The ideology of novelty goes hand-in-hand with an ethic of transgression for transgression's sake as the latter shares the former's disregard for an appreciation of the enabling character of contraints and rules. And it has an elective affinity with the Freudian conception of art as the product of cleverly disguised private fantasies as paraphrased here by Iris Murdoch: "Art (on such a view of it) is not the imaginative creation of unified public objects or limited wholes for edifying contemplation, with mystical analogies; it is the egoistically motivated production of maimed pseudo-objects which are licenses for the private concluding processes of personal fantasy."

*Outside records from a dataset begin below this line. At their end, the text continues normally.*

using System.Diagnostics;
using Stochastic.Chains.Internal;

namespace Stochastic.Chains;

/// <summary>A communicating class: a largest set of states that can all be reached from each other.</summary>
/// <typeparam name="TState">The type of a state.</typeparam>
/// <remarks>Immutable and safe for concurrent use.</remarks>
/// <example>
/// <code>
/// foreach (CommunicatingClass&lt;string&gt; group in chain.Structure().Classes)
/// {
///     Console.WriteLine($"{string.Join(", ", group.States)}: {(group.IsRecurrent ? "never left" : "left for good")}");
/// }
/// </code>
/// </example>
[DebuggerDisplay("{ToString(),nq}")]
public sealed class CommunicatingClass<TState>
    where TState : notnull
{
    internal CommunicatingClass(StateSpace<TState> states, int[] members, bool isClosed, int period, int[] phases)
    {
        Members = members;
        States = Array.ConvertAll(members, member => states[member]);
        IsRecurrent = isClosed;
        Period = period;
        CyclicClasses = period <= 1
            ? [States]
            : [.. members.GroupBy(member => phases[member]).OrderBy(group => group.Key).Select(group => group.Select(member => states[member]).ToArray())];
    }

    /// <summary>Gets the states of the class, in state order.</summary>
    public IReadOnlyList<TState> States { get; }

    /// <summary>
    /// Gets whether the class is recurrent: once entered it is never left, and each of its states is returned to for ever. In a
    /// finite chain these are the closed classes; the states of all other classes are transient.
    /// </summary>
    public bool IsRecurrent { get; }

    /// <summary>Gets whether the class is a single state that is never left.</summary>
    public bool IsAbsorbing => IsRecurrent && Members.Length == 1;

    /// <summary>
    /// Gets the period: the greatest common divisor of the lengths of all ways back. 1 for an aperiodic class, 0 when there is no
    /// way back to the state at all.
    /// </summary>
    public int Period { get; }

    /// <summary>
    /// Gets the cyclic classes: each step leads from one to the next and from the last to the first, which holds the class's first
    /// state. As many as the period; one when the class is aperiodic or has no way back.
    /// </summary>
    public IReadOnlyList<IReadOnlyList<TState>> CyclicClasses { get; }

    internal int[] Members { get; }

    /// <summary>A short account of the class, the same in every culture.</summary>
    public override string ToString()
    {
        var kind = IsAbsorbing ? "absorbing" : IsRecurrent ? "recurrent" : "transient";
        var period = Period > 1 ? $", period {Text.Count(Period)}" : string.Empty;
        return $"{kind}{period}: {Text.List(States)}";
    }
}
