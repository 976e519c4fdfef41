using System.Runtime.CompilerServices;

namespace Stochastic.Chains.Kernels;

/// <summary>
/// Sums of fixed-point numbers without rounding: each is a row of digits to the base 2³², kept in 64 bits so that carries can wait for up
/// to 2³⁰ additions. What lies below the last digit is cut off each term, always towards zero, so that a term that was added and
/// subtracted leaves nothing. Source of the idea: Kulisch's long accumulator (Kulisch and Miranker 1986).
/// </summary>
internal sealed class ExactSums
{
    private const int DigitBits = 32;
    private const int SpareDigits = 5;
    private const double LeadingError = 1.0 / (1L << 50);

    private readonly long[] _digits;
    private readonly int _width;
    private readonly int _unit;

    /// <summary>Room for so many sums of terms below 2^highest, cut off at 2^unit.</summary>
    internal ExactSums(int count, int unit, int highest)
    {
        _unit = unit;
        _width = Width(unit, highest);
        _digits = new long[checked(count * _width)];
    }

    /// <summary>The memory that so many sums take, in bytes.</summary>
    internal static long Bytes(int count, int unit, int highest) => (long)count * Width(unit, highest) * sizeof(long);

    /// <summary>Takes sign · significand · 2^exponent from one sum and adds it to another; sign is 1 or −1.</summary>
    [MethodImpl(MethodImplOptions.AggressiveInlining)]
    internal void Move(int from, int to, UInt128 significand, int exponent, long sign)
    {
        var shift = exponent - _unit;
        if (shift < 0)
        {
            if (shift <= -128)
            {
                return;
            }

            significand >>= -shift;
            shift = 0;
        }

        var bit = shift % DigitBits;
        var low = (ulong)significand;
        var high = (ulong)(significand >> 64);
        var middle = ((low >> 1) >> (63 - bit)) | (high << bit);
        var last = sign * (long)((high >> 1) >> (63 - bit));
        low <<= bit;
        var offset = shift / DigitBits;
        var target = _digits.AsSpan((to * _width) + offset, SpareDigits);
        target[4] += last;
        target[3] += sign * (long)(middle >> DigitBits);
        target[2] += sign * (uint)middle;
        target[1] += sign * (long)(low >> DigitBits);
        target[0] += sign * (uint)low;
        var source = _digits.AsSpan((from * _width) + offset, SpareDigits);
        source[4] -= last;
        source[3] -= sign * (long)(middle >> DigitBits);
        source[2] -= sign * (uint)middle;
        source[1] -= sign * (long)(low >> DigitBits);
        source[0] -= sign * (uint)low;
    }

    /// <summary>Takes the product of a positive number and one of either sign from one sum and adds it to another.</summary>
    internal void MoveProduct(int from, int to, double first, double second)
    {
        var left = Significand.Of(first);
        var right = Significand.Of(Math.Abs(second));
        var high = Math.BigMul(left.Bits, right.Bits, out var low);
        Move(from, to, new UInt128(high, low), left.Exponent + right.Exponent, Math.Sign(second));
    }

    /// <summary>Adds one sum to another; the first is left with its carries made.</summary>
    internal void AddSum(int from, int to)
    {
        Carry(from);
        var source = _digits.AsSpan(from * _width, _width);
        var target = _digits.AsSpan(to * _width, _width);
        for (var k = 0; k < source.Length; k++)
        {
            target[k] += source[k];
        }
    }

    /// <summary>The sum times 2^scale, with a relative error below 2⁻⁵⁰.</summary>
    internal double Value(int index, int scale)
    {
        var digits = Carry(index);
        var sign = digits[^1] < 0 ? -1 : 1;
        Span<long> magnitude = stackalloc long[_width];
        return sign * Leading(Magnitude(digits, sign, magnitude), scale);
    }

    /// <summary>An upper bound of the absolute value of the sum times 2^scale.</summary>
    internal double UpperMagnitude(int index, int scale)
    {
        var digits = Carry(index);
        Span<long> magnitude = stackalloc long[_width];
        var leading = Leading(Magnitude(digits, digits[^1] < 0 ? -1 : 1, magnitude), scale);
        return digits.ContainsAnyExcept(0L) ? Upward.Add(leading, Upward.Multiply(leading, LeadingError)) : 0;
    }

    private static int Width(int unit, int highest) => ((highest - unit) / DigitBits) + 1 + SpareDigits;

    private static ReadOnlySpan<long> Magnitude(ReadOnlySpan<long> digits, int sign, Span<long> magnitude)
    {
        for (var k = 0; k < digits.Length; k++)
        {
            magnitude[k] = sign * digits[k];
        }

        Carry(magnitude);
        return magnitude;
    }

    /// <summary>
    /// Three leading digits of a carried number that is not negative, as a double; what was left out is less than 2⁻⁵⁰ of it.
    /// </summary>
    private double Leading(ReadOnlySpan<long> digits, int scale)
    {
        var top = digits.LastIndexOfAnyExcept(0L);
        if (top < 0)
        {
            return 0;
        }

        var leading = (double)digits[top];
        for (var k = top - 1; k >= Math.Max(0, top - 2); k--)
        {
            leading += Math.ScaleB((double)digits[k], DigitBits * (k - top));
        }

        return Math.ScaleB(leading, (DigitBits * top) + _unit + scale);
    }

    private static void Carry(Span<long> digits)
    {
        var carry = 0L;
        for (var k = 0; k < digits.Length - 1; k++)
        {
            var digit = digits[k] + carry;
            carry = digit >> DigitBits;
            digits[k] = digit & uint.MaxValue;
        }

        digits[^1] += carry;
    }

    private ReadOnlySpan<long> Carry(int index)
    {
        var digits = _digits.AsSpan(index * _width, _width);
        Carry(digits);
        return digits;
    }
}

As Nicholas Xenos has reminded us, both Adam Smith and David Hume keenly appreciated the manner in which "conspicuous display plays an important functional role in generating wealth in a commercial society, spurring social emulation and inspiring everyone to accumulate wealth in order to spend it on their own display." Hence the role of fads and fashions, the primary vehicles (outside of technology) for incarnating the ideology of novelty: "...good taste requires the abandonment of fashionable new objects once they have become common currency, and hence no longer marks of distinction, though it sometimes happens that the fashionable set, accustomed to the rapid changes in style necessitated by its precarious social lead, moves on to new styles without the old ones filtering down...."

Academic fashions, underwritten by the ideology of novelty--and pace Sunstein--have their own peculiar form of perniciousness.